The real trick to managing your money is not what you do — it's how you do it.

How to use the JARS system
Here are the jars and a short description of each one.

  • Necessity account (NEC - 55%): This account is for managing your everyday expenses and bills. This would include things like your rent, mortgage, utilities, bills, taxes, food, clothes, etc. Basically it includes anything that you need to live, the necessities.
  • Financial freedom account (FFA - 10%): This is your golden goose. This jar is your ticket to financial freedom. The money that you put into this jar is used for investments and building your passive income streams. You never spend this money. The only time you would spend this money is once you become financially free. Even then you would only spend the returns on your investment. Never spend the principal.
  • Education account (EDU - 10%): Money in this jar is meant to further your education and personal growth. An investment in yourself is a great way to use your money. You are your most valuable asset. Never forget this. I have used education money to purchase books, CD's, courses or anything else that has educational value.
  • Long-term saving for spending account (LTSS - 10%): The money in this jar is for the bigger nice to have purchases. My wife and I have used the money from this account to go skiing in The Rockies in Whistler, BC. We also used this money last September for our trip to Italy and Switzerland. The only reason we've been able to make this happen is because we've accumulated a nice sum each month in our LTSS. A small monthly contribution can go a long way.
  • Play account (PLAY - 10%): This is my favorite account. PLAY money is spent every month on purchases you wouldn't normally make. The purpose of this jar is to nurture yourself. You could purchase an expensive bottle of wine at dinner, get a massage or go on a weekend getaway. Play can be anything your heart desires. My wife and I each receive our own play money, and here's the best part. We're not allowed to ask what the other person spends their money on.
  • Give Account (GIVE - 5%): The money in this account is for giving away. Trisha and I give money every month to the Sick Kids Hospital Foundation. We also use the money in this jar to give to family and friends on birthdays, special occasions and holidays. You can also give away your time as opposed to giving away money. You could house sit for a neighbor, take a friends dog for a walk or volunteer in your community.

How the JARS work
Here is a sketch of how we use the jars. Actually, we don't use jars at all. All of our accounts are electronic savings accounts with our necessity (NEC) account being the only exception; it's a checking account. Trisha and I deposit all of our personal income into our necessity account. The money in our necessity account pays for all of our expenses. The remaining money is distributed into five other accounts.

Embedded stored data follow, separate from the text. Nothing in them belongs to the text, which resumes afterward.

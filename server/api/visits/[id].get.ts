import { eq } from 'drizzle-orm'
import { customers, users } from '../../db/schema'
import { idParam } from '#shared/schemas/common'

/** One visit with its customer, site and visitor. Crew: their own visits only, and no billing details. */
export default defineEventHandler(async (event) => {
  const auth = await requireAuth(event)
  const { id } = await readParamsWith(event, idParam)
  return withFirm(auth, async (f) => {
    const v = await findVisit(f, auth, id)
    const customer = await findOr404(f, customers, v.customerId)
    const site = await findSite(f, v.siteId)
    const [visitor] = v.visitorUserId ? await f.tx.select({ id: users.id, name: users.name }).from(users).where(eq(users.id, v.visitorUserId)) : []
    const seesBilling = can(auth.role, 'customers:read')
    return {
      id: v.id,
      startsAt: v.startsAt,
      durationMinutes: v.durationMinutes,
      status: v.status,
      doneAt: v.doneAt,
      cancelReason: v.cancelReason,
      notes: v.notes,
      enquiryId: v.enquiryId,
      customer: seesBilling
        ? { id: customer.id, name: customer.name, phone: customer.phone, email: customer.email }
        : { id: customer.id, name: customer.name },
      site: { id: site.id, label: site.label, line1: site.line1, line2: site.line2, town: site.town, postcode: site.postcode, accessNotes: site.accessNotes },
      visitor: visitor ?? null,
    }
  })
})
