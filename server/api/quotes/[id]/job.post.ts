import { idParam } from '#shared/schemas/common'

/** The accepted quote becomes a job in one step: customer, site, rooms, estimate and price carried over. */
export default defineEventHandler(async (event) => {
  const auth = await requireAuth(event, 'ledger:write')
  const { id } = await readParamsWith(event, idParam)
  return withFirm(auth, async (f) => {
    const job = await jobFromQuote(f, id)
    setResponseStatus(event, 201)
    return { id: job.id, reference: jobReference(await referenceLettersOf(f), job.number) }
  })
})
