import { z } from 'zod'

const query = z.object({
  pageSize: z.coerce.number({ error: 'A page size is a number.' }).int().min(1).max(200).default(50),
})

/** Invoices and credit notes, drafts first then newest, each with its status worked out from its payments and dates; the newest `pageSize`. */
export default defineEventHandler(async (event) => {
  const auth = await requireAuth(event, 'money:read')
  const { pageSize } = await readQueryWith(event, query)
  return withFirm(auth, f => listInvoices(f, undefined, { limit: pageSize }))
})
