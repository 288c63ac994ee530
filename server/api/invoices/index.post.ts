import { newInvoiceSchema } from '#shared/schemas/invoice'

/** A draft invoice: from a job (deposit or stage as a percentage or an amount, or the final less what was invoiced), or blank. */
export default defineEventHandler(async (event) => {
  const auth = await requireAuth(event, 'money:write')
  const input = await readBodyWith(event, newInvoiceSchema)
  return withFirm(auth, async (f) => {
    const row = await createDraft(f, input)
    setResponseStatus(event, 201)
    return invoiceDetail(f, row.id)
  })
})
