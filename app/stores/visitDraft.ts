import { defineStore } from 'pinia'
import { useEventListener, useIntervalFn } from '@vueuse/core'
import type { FetchError } from 'ofetch'
import type { Room } from '#shared/schemas/room'
import type { Background, ConditionKind, CornerKind, OpeningKind, SurfaceKind } from '#shared/utils/ledger'
import { formatSquareMetres, parseMetres, parseSquareMetres } from '#shared/utils/measure'
import { roomTotals, type RoomTotals } from '#shared/utils/room-area'
import { formErrors, type FormErrors } from '~/utils/errors'
import { drop, dropAll, keep, readAll, roomStore } from '~/utils/idb'
import { newId } from '~/utils/ids'

// The rooms being measured on a visit, as typed: kept in IndexedDB on every change (one key
// per visit and room), so nothing is lost when the signal drops, the phone locks or is switched
// off, or the page is reloaded (drafts an older Setwell kept in localStorage are moved over).
// "Save room" sends the room whole; with no signal it waits and goes by itself when the phone is
// back online. A draft is cleared once the server has it.

/** A room as the server answers it (GET /api/visits/:id/rooms, PUT …/rooms/:roomId). */
export type SavedRoom = Room & { id: string, visitId: string, updatedAt: string, totals: RoomTotals }

// Figures stay the strings people type until they are sent: "2.4" must not turn into "2.40" under their thumb.
/** fromLeft / fromFloor: where it is, when known (empty: drawn centred); drafts kept before they existed have none. */
export interface DraftOpening { id: string, kind: OpeningKind, width: string, height: string, fromLeft?: string, fromFloor?: string }
export interface DraftCondition { id: string, kind: ConditionKind, area: string, length: string, outOfTrue: string, scrimmed: boolean, notes: string }
export interface DraftSurface {
  id: string
  kind: SurfaceKind
  label: string
  length: string
  second: string
  background: Background
  notes: string
  openings: DraftOpening[]
  conditions: DraftCondition[]
}
export interface DraftCorner { id: string, surfaceAId: string, surfaceBId: string, kind: CornerKind, length: string, returnWidth: string, needsBead: boolean, packedOut: boolean }
export interface DraftRoom { id: string, visitId: string, revision: number, name: string, position: number, notes: string, surfaces: DraftSurface[], corners: DraftCorner[] }
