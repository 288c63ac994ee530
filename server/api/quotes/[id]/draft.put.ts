import { eq, sql } from 'drizzle-orm'
import { customers, firms, quotes, quoteVersions } from '../../../db/schema'
import { quoteVersionSchema } from '#shared/schemas/quote'
import { idParam } from '#shared/schemas/common'

/**
 * Change the draft: lines, pricing, VAT, validity, terms. A sent version is never edited (409): revise it.
 * The VAT treatment is checked against the firm's registration and the customer's flags (400 on `vat`).
 */
export default defineEventHandler(async (event) => {
  const auth = await requireAuth(event, 'ledger:write')
  const { id } = await readParamsWith(event, idParam)
  const input = await readBodyWith(event, quoteVersionSchema)
  return withFirm(auth, async (f) => {
    const quote = await findOr404(f, quotes, id, { lock: true })
    const version = await currentVersion(f, quote, true)
    if (version.status !== 'draft') {
      throw createError({ statusCode: 409, statusMessage: 'Quote already sent', data: { message: 'This version has been sent, so it stays as it is. Make a revision to change it.' } })
    }
    const { lines, ...rest } = input
    const [firm] = await f.tx.select({ dayRatePence: firms.dayRatePence, vatRegistered: firms.vatRegistered }).from(firms).where(eq(firms.id, f.firmId))
    // the VAT treatment must fit the firm's registration and the customer's flags (shared/utils/vat-treatment.ts)
    const [customer] = await f.tx.select({ kind: customers.kind, vatRegistered: customers.vatRegistered, paysUnderCis: customers.paysUnderCis, endUserNotified: customers.endUserNotified })
      .from(customers).where(f.where(customers, eq(customers.id, quote.customerId)))
    const vatProblem = vatTreatmentProblem(input.vat, firm!, customer!)
    if (vatProblem) throw fieldError({ vat: vatProblem })
    // checked before anything is written, so a fixed price below the materials is a 400 on that field
    customerLines({ ...rest, dayRatePence: firm!.dayRatePence }, lines)
    await f.tx.update(quoteVersions).set({ ...rest, dayRatePence: firm!.dayRatePence, updatedAt: sql`now()` }).where(f.where(quoteVersions, eq(quoteVersions.id, version.id)))
    await saveLines(f, version.id, lines)
    await refreshTotals(f, version.id)
    await f.audit('quote.draft-saved', 'quote', id, { version: version.version })
    return quoteDetail(f, id)
  })
})
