import { asc, desc, eq, gte, inArray, lt } from 'drizzle-orm'
import { customers, sites, users, visits } from '../../db/schema'
import { visitListQuery } from '#shared/schemas/visit'

/**
 * Visits still to do (booked) in a period, default from now on, soonest first; or, with
 * show=finished, those done and cancelled, latest first (from any time unless `from` says).
 * Crew see only their own.
 */
export default defineEventHandler(async (event) => {
  const auth = await requireAuth(event)
  if (!can(auth.role, 'ledger:write') && !can(auth.role, 'jobs:read-assigned')) throw createError({ statusCode: 403, statusMessage: 'Your role does not allow this' })
  const q = await readQueryWith(event, visitListQuery)
  const crewOnly = !can(auth.role, 'jobs:read-all')
  const finished = q.show === 'finished'
  return withFirm(auth, f => f.tx.select({
    id: visits.id,
    startsAt: visits.startsAt,
    durationMinutes: visits.durationMinutes,
    status: visits.status,
    doneAt: visits.doneAt,
    cancelReason: visits.cancelReason,
    customer: { id: customers.id, name: customers.name },
    site: { id: sites.id, line1: sites.line1, town: sites.town, postcode: sites.postcode },
    visitor: { id: users.id, name: users.name },
  }).from(visits)
    .innerJoin(customers, f.where(customers, eq(customers.id, visits.customerId)))
    .innerJoin(sites, f.where(sites, eq(sites.id, visits.siteId)))
    .leftJoin(users, eq(users.id, visits.visitorUserId))
    .where(f.where(visits,
      finished ? inArray(visits.status, ['done', 'cancelled']) : eq(visits.status, 'booked'),
      q.from || !finished ? gte(visits.startsAt, new Date(q.from ?? Date.now() - 12 * 3600_000)) : undefined,
      q.to ? lt(visits.startsAt, new Date(q.to)) : undefined,
      crewOnly ? eq(visits.visitorUserId, auth.userId) : undefined,
    ))
    .orderBy(finished ? desc(visits.startsAt) : asc(visits.startsAt)).limit(q.limit))
})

I learned very early in the process that the jar percentages are not critical. To guarantee your financial success, just start using the system and build the habit. This is the key. It doesn't have to be perfect when you start.

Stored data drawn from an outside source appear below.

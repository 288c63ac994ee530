import { customers, enquiries, visits } from '../../db/schema'
import { visitSchema } from '#shared/schemas/visit'

/** Book a site visit. Booking one for a new enquiry moves it to "visit booked". */
export default defineEventHandler(async (event) => {
  const auth = await requireAuth(event, 'ledger:write')
  const input = await readBodyWith(event, visitSchema)
  const visit = await withFirm(auth, async (f) => {
    await findOr404(f, customers, input.customerId).catch(() => badReference('customerId', 'Choose a customer of this firm.'))
    await findSite(f, input.siteId, input.customerId).catch(() => badReference('siteId', 'Choose one of this customer\'s sites.'))
    if (input.visitorUserId && !(await isMember(f, input.visitorUserId))) badReference('visitorUserId', 'Choose someone in the firm.')
    if (input.enquiryId) {
      const e = await findOr404(f, enquiries, input.enquiryId).catch(() => badReference('enquiryId', 'That enquiry is not in this firm.'))
      if (e.customerId !== input.customerId) badReference('enquiryId', 'That enquiry is for another customer.')
      if (e.status === 'new') await moveEnquiry(f, e.id, 'visit-booked', null)
    }
    const [v] = await f.tx.insert(visits).values(f.values({ ...input, startsAt: new Date(input.startsAt) })).returning()
    await f.audit('visit.booked', 'visit', v!.id, { startsAt: input.startsAt })
    return v!
  })
  setResponseStatus(event, 201)
  return visit
})
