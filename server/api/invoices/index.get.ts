import { z } from 'zod'
import { queryWholeNumber } from '#shared/schemas/common'

const query = z.object({
  pageSize: queryWholeNumber('A page size', 1, 200, 50),
})

/** Invoices and credit notes, drafts first then newest, each with its status worked out from its payments and dates; the newest `pageSize`. */
export default defineEventHandler(async (event) => {
  const auth = await requireAuth(event, 'money:read')
  const { pageSize } = await readQueryWith(event, query)
  return withFirm(auth, f => listInvoices(f, undefined, { limit: pageSize }))
})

You could even start by splitting $10 every month into the jars. There's an inspiring story in Secrets of the Millionaire Mind. One woman started splitting $1 into the jars every month. In her first month, she put 10 cents into her PLAY, 10 cents into her FFA, 10 cents into her LTSS, and so on. Later that month she used her play money to buy a piece of bumble gum. She received a mini comic with the bubble gum package that she bought with her play. She read the comic and got a laugh. Two years later she deposited a $10,000 dollar check into her FFA account. Now who's laughing?

I highly recommend the JARS system to anyone who wants to make the most out of their money. If you're looking for a simple way to budget, then start using the JARS system. Remember: Managing money doesn't restrict freedom — it creates freedom.